Tracking Objects In Motion

By Mark Myers, ObjectFX Corporation

Published in GeoWorld, February 2007

Technologies such as the Global Positioning System (GPS) and Radio Frequency Identification (RFID), as well as a new generation of sensing devices, have made it possible to monitor just about any human or physical activity and pinpoint that activity in time and space. Sensor networks and ubiquitous communication infrastructure can tie such data to back-end systems for a variety of applications.

Some obvious examples are vehicle-tracking systems used by commercial shippers as well as "people-tracking" services that have emerged in the United States and elsewhere. Although commercial and consumer-oriented "location-based services" have gotten most of the attention to date, there are several not-so-obvious applications in industry, public safety, homeland security and defense that use dynamic location data.

With so much data available, the key challenge for any application is to recognize the interesting and important exceptions. As humans, we’re good at determining what conditions should be flagged for response or closer scrutiny. But we’re not good at monitoring a lot of moving objects for long periods of time. Fatigue, distractions and simple human shortcomings nearly guarantee that some things will elude our attention.
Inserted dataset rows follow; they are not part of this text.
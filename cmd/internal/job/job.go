// Package job does what a verb asks for from beginning to end: it reads through
// acquire, keeps in store, has fit compute and report lay out. No other package
// joins all four.
//
// SQL and numerics stay out of it, and it parses no flags.
package job

import (
	"context"
	"errors"
	"fmt"
	"io"
	"io/fs"
	"os"
	"path/filepath"
	"time"

	"gatesill/acquire/table"
	"gatesill/fit"
	"gatesill/report"
	"gatesill/store"
	"gatesill/store/record"
)

// Env is what every job works in.
type Env struct {
	Store string    // path of the store; "": the default one
	Out   io.Writer // results
	Err   io.Writer // talk
	Width int       // columns of the terminal on Out, 0: none

	JSON, Color, Quiet, Verbose, Yes bool

	Ask      func(table.Question) (string, error) // nil: stdin is no terminal
	Progress bool                                 // Err is a terminal
	Who      string                               // for the audit trail
	Version  string                               // of the program
}

// Exit codes, as promised to scripts.
const (
	ExitDone        = 0
	ExitFailed      = 1   // something was refused or went wrong
	ExitUsage       = 2   // used wrongly
	ExitNo          = 3   // --fail, and the answer is no
	ExitInstrument  = 4   // instrument or port trouble
	ExitInterrupted = 130 // Ctrl-C
)

// Failure is an error with the exit code it ends in and the next command to
// type.
type Failure struct {
	Code int
	Err  error // nil: everything has been said already
	Hint string
}

// Error gives the text of the error, without the hint.
func (f *Failure) Error() string {
	if f.Err == nil {
		return fmt.Sprintf("exit code %d", f.Code)
	}
	return f.Err.Error()
}

// Unwrap gives the error behind.
func (f *Failure) Unwrap() error { return f.Err }

// Usage is a failure for a command that was used wrongly.
func Usage(hint, format string, args ...any) error {
	return &Failure{Code: ExitUsage, Err: fmt.Errorf(format, args...), Hint: hint}
}

// failed is a failure of the job itself.
func failed(hint, format string, args ...any) error {
	return &Failure{Code: ExitFailed, Err: fmt.Errorf(format, args...), Hint: hint}
}

// warn tells of something that does not stop the job.
func (e *Env) warn(format string, args ...any) {
	fmt.Fprintf(e.Err, "gatesill: warning: "+format+"\n", args...)
}

// tellWarnings tells the warnings of a result whose JSON has no place for them.
func (e *Env) tellWarnings(ws []fit.Warning) {
	for _, w := range ws {
		e.warn("%s [%s]", report.Clean(w.Text), w.Code)
	}
}

// talk says what is being done, unless told to be quiet.
func (e *Env) talk(format string, args ...any) {
	if !e.Quiet {
		fmt.Fprintf(e.Err, format+"\n", args...)
	}
}

// detail says more, when that was asked for.
func (e *Env) detail(format string, args ...any) {
	if e.Verbose {
		fmt.Fprintf(e.Err, format+"\n", args...)
	}
}

// path is the store's path, the default one when none was given.
func (e *Env) path() (string, error) {
	if e.Store != "" {
		return e.Store, nil
	}
	return store.DefaultPath()
}

// open opens the store. Jobs that only look take readOnly, so that a store on a
// locked card can still be read.
func (e *Env) open(ctx context.Context, create, readOnly bool) (*store.DB, error) {
	path, err := e.path()
	if err != nil {
		return nil, failed("name one with --store PATH", "%w", err)
	}
	o := store.Options{Create: create, ReadOnly: readOnly, Wait: 10 * time.Second, Who: e.Who}
	db, err := store.Open(ctx, path, o)
	if errors.Is(err, store.ErrOlder) {
		// Bringing it forward needs writing, once; the old one stays beside it.
		o.ReadOnly = false
		if db, err = store.Open(ctx, path, o); err == nil {
			e.talk("store %s was brought to this version's form; a copy of the old one lies beside it", report.Clean(path))
		}
	}
	if err != nil {
		return nil, storeFailure(err)
	}
	e.detail("store: %s, program %s", db.Path(), e.Version)
	return db, nil
}

// storeFailure adds exit code and hint to an error of the store.
func storeFailure(err error) error {
	var f *Failure
	if err == nil || errors.As(err, &f) || errors.Is(err, context.Canceled) {
		return err
	}
	var of *store.Error
	if errors.As(err, &of) {
		return &Failure{Code: ExitFailed, Err: err, Hint: of.Hint}
	}
	return &Failure{Code: ExitFailed, Err: err}
}

// view runs f in a read transaction of the store.
func (e *Env) view(ctx context.Context, f func(*store.Tx) error) error {
	db, err := e.open(ctx, false, true)
	if err != nil {
		return err
	}
	err = db.View(ctx, f)
	return storeFailure(errors.Join(err, db.Close()))
}

// update runs f in a write transaction of an existing store.
func (e *Env) update(ctx context.Context, create bool, f func(*store.Tx) error) error {
	db, err := e.open(ctx, create, false)
	if err != nil {
		return err
	}
	err = db.Update(ctx, f)
	return storeFailure(errors.Join(err, db.Close()))
}

// lotOf finds a lot by name, with a hint that lists the lots when there is none.
func lotOf(tx *store.Tx, name string) (record.Lot, record.Part, error) {
	lot, err := tx.Lot(name)
	if errors.Is(err, store.ErrNotFound) {
		return lot, record.Part{}, failed("gatesill lot list shows the lots", "lot %q: not in this store", name)
	}
	if err != nil {
		return lot, record.Part{}, err
	}
	part, err := tx.PartByID(lot.PartID)
	return lot, part, err
}

// WriteFile writes a file through a neighbour that is renamed at the end, so
// that a failed job leaves the old file as it was. A link is followed; what is
// no regular file (a device, a pipe) is written to as it is. "-" is stdout.
func (e *Env) WriteFile(path string, write func(io.Writer) error) error {
	if path == "-" {
		return write(e.Out)
	}
	if real, err := filepath.EvalSymlinks(path); err == nil {
		path = real
	}
	mode := os.FileMode(0o644)
	switch st, err := os.Stat(path); {
	case err != nil:
	case st.IsDir():
		return failed("name a file in it", "%s is a folder", path)
	case !st.Mode().IsRegular():
		return writeInto(path, write)
	default:
		mode = st.Mode().Perm()
	}
	folder := filepath.Dir(path)
	if _, err := os.Stat(folder); errors.Is(err, fs.ErrNotExist) {
		return failed("make the folder first, or name a file in one that is there", "%s: there is no folder %s", path, folder)
	}
	f, err := os.CreateTemp(folder, ".gatesill-*")
	if err != nil {
		var of *fs.PathError // names a file that nobody asked for
		if errors.As(err, &of) {
			err = of.Err
		}
		return failed("", "%s: no file can be made in %s: %w", path, folder, err)
	}
	err = write(f)
	if cerr := f.Chmod(mode); err == nil && !errors.Is(cerr, errors.ErrUnsupported) {
		err = cerr
	}
	if cerr := f.Close(); err == nil {
		err = cerr
	}
	if err == nil {
		err = os.Rename(f.Name(), path)
	}
	if err != nil {
		return errors.Join(failed("", "%s: %w", path, err), os.Remove(f.Name()))
	}
	return nil
}

// writeInto writes to a device or a pipe.
func writeInto(path string, write func(io.Writer) error) error {
	f, err := os.OpenFile(path, os.O_WRONLY, 0)
	if err != nil {
		return failed("", "%w", err)
	}
	err = write(f)
	if cerr := f.Close(); err == nil {
		err = cerr
	}
	if err != nil {
		return failed("", "%s: %w", path, err)
	}
	return nil
}
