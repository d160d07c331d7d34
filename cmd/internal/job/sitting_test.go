package job

import (
	"context"
	"io"
	"os"
	"path/filepath"
	"strings"
	"testing"

	"github.com/stretchr/testify/require"

	"gatesill/acquire"
	"gatesill/acquire/bench"
	"gatesill/store"
	"gatesill/store/record"
)

const sittingBench = `
name = "two meters"
[circuit]
kind = "load"
rl = 10
vdd = 12

[[meter]]
role = "gate"
name = "left"
line = "/dev/left"
speaks = "text"
unit = "V"

[[meter]]
role = "current"
name = "right"
line = "/dev/right"
speaks = "text"
unit = "A"
`

// plateau are readings of a gate and a current that stand still, s from at on.
func plateau(at, vg, id float64) (rs []record.Reading) {
	for i := range 24 {
		t := at + 0.2*float64(i)
		rs = append(rs,
			record.Reading{Role: acquire.Gate, Meter: "left", At: t, Value: record.Known(vg), Unit: "V", Digit: record.Known(1e-3)},
			record.Reading{Role: acquire.Current, Meter: "right", At: t + 0.05, Value: record.Known(id), Unit: "A", Digit: record.Known(1e-5)})
	}
	return rs
}

// crash leaves a sitting as a program that is killed does.
func crash(t *testing.T, s *sitting) {
	t.Helper()
	require.NoError(t, s.close())
}

// TestTakenUp measures a device, with a factor that was agreed upon in the middle and
// roles that were exchanged, and crashes: twice in a row.
func TestTakenUp(t *testing.T) {
	ctx := context.Background()
	b, err := bench.Parse([]byte(sittingBench))
	require.NoError(t, err)
	env := &Env{Store: filepath.Join(t.TempDir(), "s.db"), Out: io.Discard, Err: io.Discard, Version: "test"}
	open := func() *sitting {
		s, err := env.openSitting(ctx, sittingRequest{Lot: "bag", Bench: b, Given: b.Given})
		require.NoError(t, err)
		return s
	}
	begin := func(s *sitting) {
		require.NoError(t, s.begin(ctx, "D1", record.Up))
		require.NoError(t, s.hear(acquire.Event{Readings: plateau(1, 3, 0.001)}))
		require.NoError(t, s.live.AddEvent(record.Event{SessionID: s.session.ID, At: 10, Kind: eventScale, Text: scaleText(acquire.Current, 1e-3)}))
		require.NoError(t, s.hear(acquire.Event{Readings: plateau(11, 3.2, 2)}))
		require.NoError(t, s.live.AddEvent(record.Event{SessionID: s.session.ID, At: 20, Kind: eventExchange, Text: exchangeText(acquire.Gate, acquire.Current)}))
		require.NoError(t, s.live.Flush())
	}
	require.NoError(t, os.WriteFile(env.Store+heldMark+"killed-between-two-sweeps", nil, 0o600))
	s := open()
	first := s.session.ID
	begin(s)

	other := open() // another program, while the first one measures
	require.Empty(t, other.cut)
	require.NotEqual(t, first, other.session.ID)
	require.NoError(t, other.close())

	crash(t, s)
	for range 2 {
		s = open()
		require.Equal(t, []cutShort{{"D1", 2}}, s.cut)
		require.Equal(t, first, s.session.ID)
		require.Equal(t, map[string]float64{acquire.Current: 1e-3}, s.past.scale)
		require.Contains(t, []int{0, 2}, len(s.past.swap)) // exchanged twice is as before
		require.NoError(t, s.db.View(ctx, func(tx *store.Tx) error {
			sweeps, err := tx.Sweeps(s.lot.ID, true)
			require.NoError(t, err)
			last := sweeps[len(sweeps)-1]
			require.True(t, last.Excluded)
			require.InDeltaSlice(t, []float64{3, 3.2}, last.Values(record.VG), 1e-9)
			require.InDelta(t, 0.002, last.Values(record.ID)[1], 1e-9)
			return nil
		}))
		begin(s)
		crash(t, s)
	}
	left, err := filepath.Glob(env.Store + "-session-*")
	require.NoError(t, err)
	require.Empty(t, left)
}

func TestExchange(t *testing.T) {
	swap := map[string]string{}
	exchange(swap, acquire.Gate, acquire.Load)
	require.Equal(t, map[string]string{acquire.Gate: acquire.Load, acquire.Load: acquire.Gate}, swap)
	// What is the load now, whose line the file says is the gate's, with the current.
	exchange(swap, acquire.Load, acquire.Current)
	require.Equal(t, map[string]string{acquire.Gate: acquire.Current, acquire.Load: acquire.Gate, acquire.Current: acquire.Load}, swap)
	exchange(swap, acquire.Load, acquire.Current)
	exchange(swap, acquire.Gate, acquire.Load)
	require.Empty(t, swap)

	b, err := bench.Parse([]byte(sittingBench))
	require.NoError(t, err)
	x := exchangedBench(b, map[string]string{acquire.Gate: acquire.Current, acquire.Current: acquire.Gate})
	require.Equal(t, "right", x.Meters[1].Name)
	require.Equal(t, acquire.Gate, x.Meters[1].Role)
	require.Equal(t, acquire.Gate, b.Meters[0].Role) // the file's stay
}

// TestOneProgramASession: a session belongs to one program, and to the next one
// when that has ended.
func TestOneProgramASession(t *testing.T) {
	path := filepath.Join(t.TempDir(), "s.db")
	h, err := hold(path, "x")
	require.NoError(t, err)
	_, err = hold(path, "x")
	require.ErrorIs(t, err, errHeld)
	require.True(t, strings.Contains(err.Error(), "x"))
	h.release()
	again, err := hold(path, "x")
	require.NoError(t, err)
	again.release()
}
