package job

import (
	"strings"

	"gatesill/acquire"
	"gatesill/acquire/bench"
	"gatesill/acquire/meter"
)

// Sources are the lines of a bench as they are listened to: meters on one line are
// the columns of one source. Meters without a line are left out.
func Sources(b *bench.Bench) []acquire.Source {
	var out []acquire.Source
	at := map[string]int{} // source of each line
	for i, l := range b.Lines {
		if l.Path == "" {
			continue
		}
		k, known := at[l.Path]
		if !known {
			k = len(out)
			at[l.Path] = k
			out = append(out, acquire.Source{
				Address: l.Path, Settings: l.Settings, Speaks: l.Speaks, Setup: l.Setup, Ask: l.Ask, Every: l.Every.Or(askedEvery(l.Speaks)),
				Options: meter.Options{Unit: columnUnits(b, l.Path), Separator: l.Separator, Decimal: l.Decimal},
			})
		}
		in := b.Meters[i]
		out[k].Columns = append(out[k].Columns, acquire.SourceColumn{Column: l.Column, Role: in.Role, Meter: in.Name, Unit: bench.RoleUnit(in.Role)})
	}
	return out
}

// askedEvery is the pause between two questions where the bench file names none, s:
// a fast instrument would fill the store with thousands of readings a second, of
// which a hand or a settling gate has no use.
func askedEvery(speaks string) float64 {
	if speaks == "scpi" {
		return 0.05
	}
	return 0
}

// columnUnits joins the units that the file gives to the columns of a line; "" when
// it gives none.
func columnUnits(b *bench.Bench, path string) string {
	var units []string
	for _, l := range b.Lines {
		if l.Path != path || l.Unit == "" {
			continue
		}
		for len(units) < l.Column {
			units = append(units, "")
		}
		units[l.Column-1] = l.Unit
	}
	return strings.Join(units, ",")
}

// Timings are what the bench file says of when its meters measure, by role. What it
// does not say is zero, but for LagU, then NaN ([acquire.Timing] takes one cycle), and
// for how long a USB adapter holds bytes back: the worst that is usual.
func Timings(b *bench.Bench) map[string]acquire.Timing {
	out := map[string]acquire.Timing{}
	for i, in := range b.Meters {
		l := b.Lines[i]
		if l.Path == "" {
			continue
		}
		t := acquire.Timing{Integration: l.Integration.Or(0), Processing: l.Processing.Or(0), Lag: l.Lag.Or(0), LagU: l.LagU.Float()}
		for _, lead := range []string{"/dev/serial/", "/dev/ttyUSB", "COM"} {
			if strings.HasPrefix(l.Path, lead) {
				t.Jitter = adapterHold
			}
		}
		out[in.Role] = t
	}
	return out
}

// adapterHold is how long USB serial adapters hold back bytes of a short message:
// 16 ms is the usual setting of their timer. Common practice, no source.
const adapterHold = 0.016

// pairingOf says how the readings of a bench's meters become points in a sweep of
// that mode.
func pairingOf(b *bench.Bench, mode acquire.Mode) acquire.Pairing {
	p := acquire.Pairing{Timing: Timings(b), Twice: map[string]bool{}, Free: mode == acquire.Free}
	for i, m := range b.Meters {
		f, ok := meter.Find(b.Lines[i].Speaks)
		p.Twice[m.Role] = ok && f.Twice
	}
	if mode == acquire.Driven {
		p.Window = drivenWindow
	}
	return p
}
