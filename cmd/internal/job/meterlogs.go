package job

import (
	"context"
	"crypto/sha256"
	"encoding/hex"
	"fmt"
	"math"
	"os"
	"path/filepath"
	"slices"
	"strings"
	"time"

	"gatesill/acquire"
	"gatesill/acquire/replay"
	"gatesill/acquire/table"
	"gatesill/report"
	"gatesill/store/record"
)

// layoutMeterLogs is the layout of a set of logs, one a meter.
const layoutMeterLogs = "meter-logs"

// notesLog is what the file of notes is called among the logs.
const notesLog = "notes"

// logDialect is what was recognised about a set of logs.
type logDialect struct {
	Logs     []replay.Found `json:"logs"`
	Notes    []string       `json:"notes"`
	Warnings []string       `json:"warnings"`
	Pairing  pairCounts     `json:"pairing"`
}

// pairCounts is what became of the readings of a set.
type pairCounts struct {
	Settled       int `json:"settled"`
	Interpolated  int `json:"interpolated"`
	OverTolerance int `json:"over_tolerance"`
	Unpaired      int `json:"unpaired"`
}

// logSet is a set of logs on the way from its files to the store.
type logSet struct {
	session *replay.Session
	file    table.File // what the checks of an import look at
	dialect logDialect

	readings [][]record.Reading // that each sweep was made of, beside file.Sweeps
}

// meterLogs imports a set of logs that were recorded meter by meter: one
// transaction, one source.
func (im *importer) meterLogs(ctx context.Context) error {
	doc := report.ImportDoc{Lot: im.rq.Lot, Files: []report.ImportFile{{File: strings.Join(im.logFiles(), ", "), Layout: layoutMeterLogs}}}
	code := ExitDone
	if err := im.logs(ctx, &doc.Files[0]); err != nil {
		if ctx.Err() != nil {
			return ctx.Err()
		}
		code = ExitFailed
		doc.Files[0].Fate, doc.Files[0].Reason = report.FateRefused, reason(err)
		WriteError(im.env.Err, err)
	}
	if err := im.conclude(doc); err != nil {
		return err
	}
	if code != ExitDone {
		return &Failure{Code: code}
	}
	return nil
}

// logRoles are the roles of the set in their order, the notes last.
func (im *importer) logRoles() (roles []string) {
	for _, role := range append(slices.Clone(replay.Roles), notesLog) {
		if _, ok := im.rq.MeterLogs[role]; ok {
			roles = append(roles, role)
		}
	}
	return roles
}

func (im *importer) logFiles() (names []string) {
	for _, role := range im.logRoles() {
		names = append(names, filepath.Base(im.rq.MeterLogs[role]))
	}
	return names
}

// logs reads and stores the set.
func (im *importer) logs(ctx context.Context, out *report.ImportFile) error {
	opt := replay.Options{Table: im.rq.Table, Times: im.rq.LogTimes, Zone: im.rq.LogZone, Date: im.rq.LogDate}
	if im.env.Ask != nil {
		opt.Table.Ask = im.ask
	}
	if err := im.checkSameFile(); err != nil {
		return err
	}
	set := &logSet{file: table.File{Name: strings.Join(im.logFiles(), ", "), Layout: layoutMeterLogs}}
	var logs []*replay.Log
	var notesFile *replay.Log
	var notes []replay.Note
	sum := sha256.New()
	for _, role := range im.logRoles() {
		if err := ctx.Err(); err != nil {
			return err
		}
		var l *replay.Log
		var err error
		if path := im.rq.MeterLogs[role]; role == notesLog {
			l, notes, err = replay.ReadNotes(path, opt)
			notesFile = l
		} else if l, err = replay.ReadLog(path, role, opt); err == nil {
			logs = append(logs, l)
		}
		if err != nil {
			return err
		}
		fmt.Fprintf(sum, "%s %s\n", role, l.Hash)
		set.file.Size += l.Size
		out.RowsRefused += l.Refused
	}
	set.file.Hash = hex.EncodeToString(sum.Sum(nil))
	if prior, ok, err := im.seenAs(ctx, set.file.Hash); err != nil {
		return err
	} else if ok && !im.rq.Again {
		out.Fate, out.Layout, out.Reason = report.FateSeen, prior.Layout, seenReason(prior)
		return nil
	}
	var err error
	if set.session, err = replay.Join(logs, notesFile, notes, opt); err != nil {
		return err
	}
	if err := set.session.Cut(im.socket()); err != nil {
		return err
	}
	im.pair(set)
	out.Dialect = set.dialect
	out.Sweeps = len(set.file.Sweeps)
	devices := map[string]bool{}
	for i := range set.file.Sweeps {
		devices[set.file.Sweeps[i].Device] = true
		out.Points += set.file.Sweeps[i].Len()
	}
	out.Devices = len(devices)
	for _, w := range set.dialect.Warnings {
		im.env.warn("%s", report.Clean(w))
	}
	if !im.env.JSON && !im.env.Quiet {
		if err := logsRecognised(im.env.Out, set, out.RowsRefused); err != nil {
			return err
		}
	}
	if len(set.file.Sweeps) == 0 {
		return &table.Error{File: set.file.Name, Hint: "a point needs the gate to stand still for some seconds, or to move slowly enough for the meters",
			Err: fmt.Errorf("%w: no reading of the gate goes together with one of the current: %s", table.ErrRefused, set.counts())}
	}
	if err := currentless(&set.file, set.file.Sweeps); err != nil {
		return err
	}
	im.tell(&set.file, set.file.Sweeps)
	if im.rq.DryRun {
		out.Fate = fateDry
		return nil
	}
	if err := im.storeLogs(ctx, set); err != nil {
		return err
	}
	out.Fate = report.FateStored
	return nil
}

// checkSameFile refuses one file for two meters.
func (im *importer) checkSameFile() error {
	var infos []os.FileInfo
	roles := im.logRoles()
	for i, role := range roles {
		st, err := os.Stat(im.rq.MeterLogs[role])
		infos = append(infos, st)
		for k := range i {
			if err == nil && infos[k] != nil && os.SameFile(st, infos[k]) {
				return &table.Error{File: im.rq.MeterLogs[role], Hint: "a table with several columns is imported as it is: gatesill import LOT FILE",
					Err: fmt.Errorf("%w: it is given as the log of %s and of %s", table.ErrRefused, roles[k], role)}
			}
		}
	}
	return nil
}

// socket says what is known of the devices.
func (im *importer) socket() replay.Socket {
	k := replay.Socket{Device: im.rq.Device, Off: im.part.OffVoltage.Float(), PChannel: im.part.Channel == record.PChannel}
	if !im.part.OffVoltage.IsKnown() && im.part.Mode != record.Depletion {
		k.Off = 0
	}
	return k
}

// pairing says how the meters of the set are brought together. Clocks that were held
// against each other by the readings were so with all delays of the meters, so only
// what remains open counts; where an offset was assumed, what the bench file says of
// the delays is taken, against that of the meter the others are held against.
func (im *importer) pairing(s *replay.Session) acquire.Pairing {
	p := acquire.Pairing{Timing: map[string]acquire.Timing{}, Free: true}
	known := map[string]acquire.Timing{}
	if im.bench != nil {
		known = Timings(im.bench)
	}
	for _, l := range s.Logs {
		t := acquire.Timing{}
		if c := l.Found.Clock; c != nil {
			t.LagU = c.Bound
			if own, ok := known[l.Role]; ok && c.Assumed {
				ref := known[c.Against]
				t.Lag = ref.Instant(0) - own.Instant(0)
				t.LagU += own.LagU + ref.LagU
			}
		}
		p.Timing[l.Role] = t
	}
	return p
}

// pair makes the sweeps of every stretch.
func (im *importer) pair(set *logSet) {
	s := set.session
	set.dialect = logDialect{Notes: orNone(s.Remarks), Warnings: orNone(s.Warnings)}
	for _, l := range s.Logs {
		set.dialect.Logs = append(set.dialect.Logs, l.Found)
	}
	if s.NotesLog != nil {
		set.dialect.Logs = append(set.dialect.Logs, s.NotesLog.Found)
	}
	sign := 1.0
	if im.rq.Table.PChannel {
		sign = -1
	}
	for _, st := range s.Stretches {
		readings := s.Readings(st.From, st.To)
		points, did := acquire.Pair(readings, im.pairing(s))
		c := &set.dialect.Pairing
		c.Settled += did.Settled
		c.Interpolated += did.Interpolated
		c.OverTolerance += did.OverTolerance
		c.Unpaired += did.Unpaired
		if len(points) == 0 {
			set.dialect.Warnings = append(set.dialect.Warnings, fmt.Sprintf("device %s: no point could be made of %s, it is left out", st.Device, count(len(readings), "reading")))
			continue
		}
		im.sweeps(set, st, points, readings, sign)
	}
}

func orNone(list []string) []string {
	if list == nil {
		return []string{}
	}
	return list
}

// sweeps cuts the points of a stretch where the gate turns, and gives each its
// readings.
func (im *importer) sweeps(set *logSet, st replay.Stretch, points []acquire.Point, readings []record.Reading, sign float64) {
	vg := make([]float64, len(points))
	for i := range points {
		vg[i] = points[i].Vg
	}
	passes := table.Passes(vg, sign)
	from := math.Inf(-1)
	for k, p := range passes {
		to := math.Inf(1)
		if k+1 < len(passes) {
			to = (points[p.Hi-1].At + points[p.Hi].At) / 2
		}
		sw := table.Sweep{Device: st.Device}
		sw.Direction = p.Dir
		sw.Condition = im.rq.Table.Given
		sw.MeasuredAt = stampAfter(set.session.Started, points[p.Lo].At)
		sw.Columns, sw.Marks = acquire.Columns(points[p.Lo:p.Hi])
		sw.DataHash = sw.Hash()
		set.file.Sweeps = append(set.file.Sweeps, sw)
		var own []record.Reading
		for _, r := range readings {
			if r.At > from && r.At <= to {
				own = append(own, r)
			}
		}
		set.readings = append(set.readings, own)
		set.file.Points += sw.Len()
		from = to
	}
}

// counts says in words what the pairing came to.
func (set *logSet) counts() string {
	c := set.dialect.Pairing
	return fmt.Sprintf("%d points while all stood still, %d on the move, %d too uncertain, %d without a reading of the gate on both sides",
		c.Settled, c.Interpolated, c.OverTolerance, c.Unpaired)
}

func stampAfter(started string, at float64) string {
	t, err := time.Parse(time.RFC3339Nano, started)
	if err != nil {
		return started // a bare date, or nothing
	}
	return record.Stamp(t.Add(time.Duration(at * float64(time.Second))))
}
Even at our best, we’re not able to track a large number of items simultaneously. Perhaps the most valuable function that a monitoring or tracking system can perform is to reduce the overwhelming amount of data down to a manageable subset for human response or further analysis.

Beyond GIS

Traditional GISs play a supporting role in these applications by providing a visual backdrop and location information for relatively static elements such as roads, buildings and geographic features as well as by displaying the location and geographic context of tracked objects. For example, a "breadcrumb trail" can be used to show the movement of a tracked object through time and space.

In a "geofencing" application, GIS tools are typically used to draw or select boundaries that are monitored for "enter" and "exit" events. Spatial queries and other spatial operations can be applied to determine if a tracked object is inside or outside a designated area.

These tools may be adequate for the most basic geofencing applications, but they fall short of exploiting the full value of dynamic location data in two respects:

  • In applications in which the number of tracked objects, boundaries and rules being actively monitored can number in the tens of thousands or millions, there are inevitable scalability problems.
  • The prevailing concept of geofencing needs to be expanded beyond simple enter and exit events. Factors such as speed, direction, density, proximity of moving objects to fixed or moving objects, altitude, and the all-important factor of time must be accommodated.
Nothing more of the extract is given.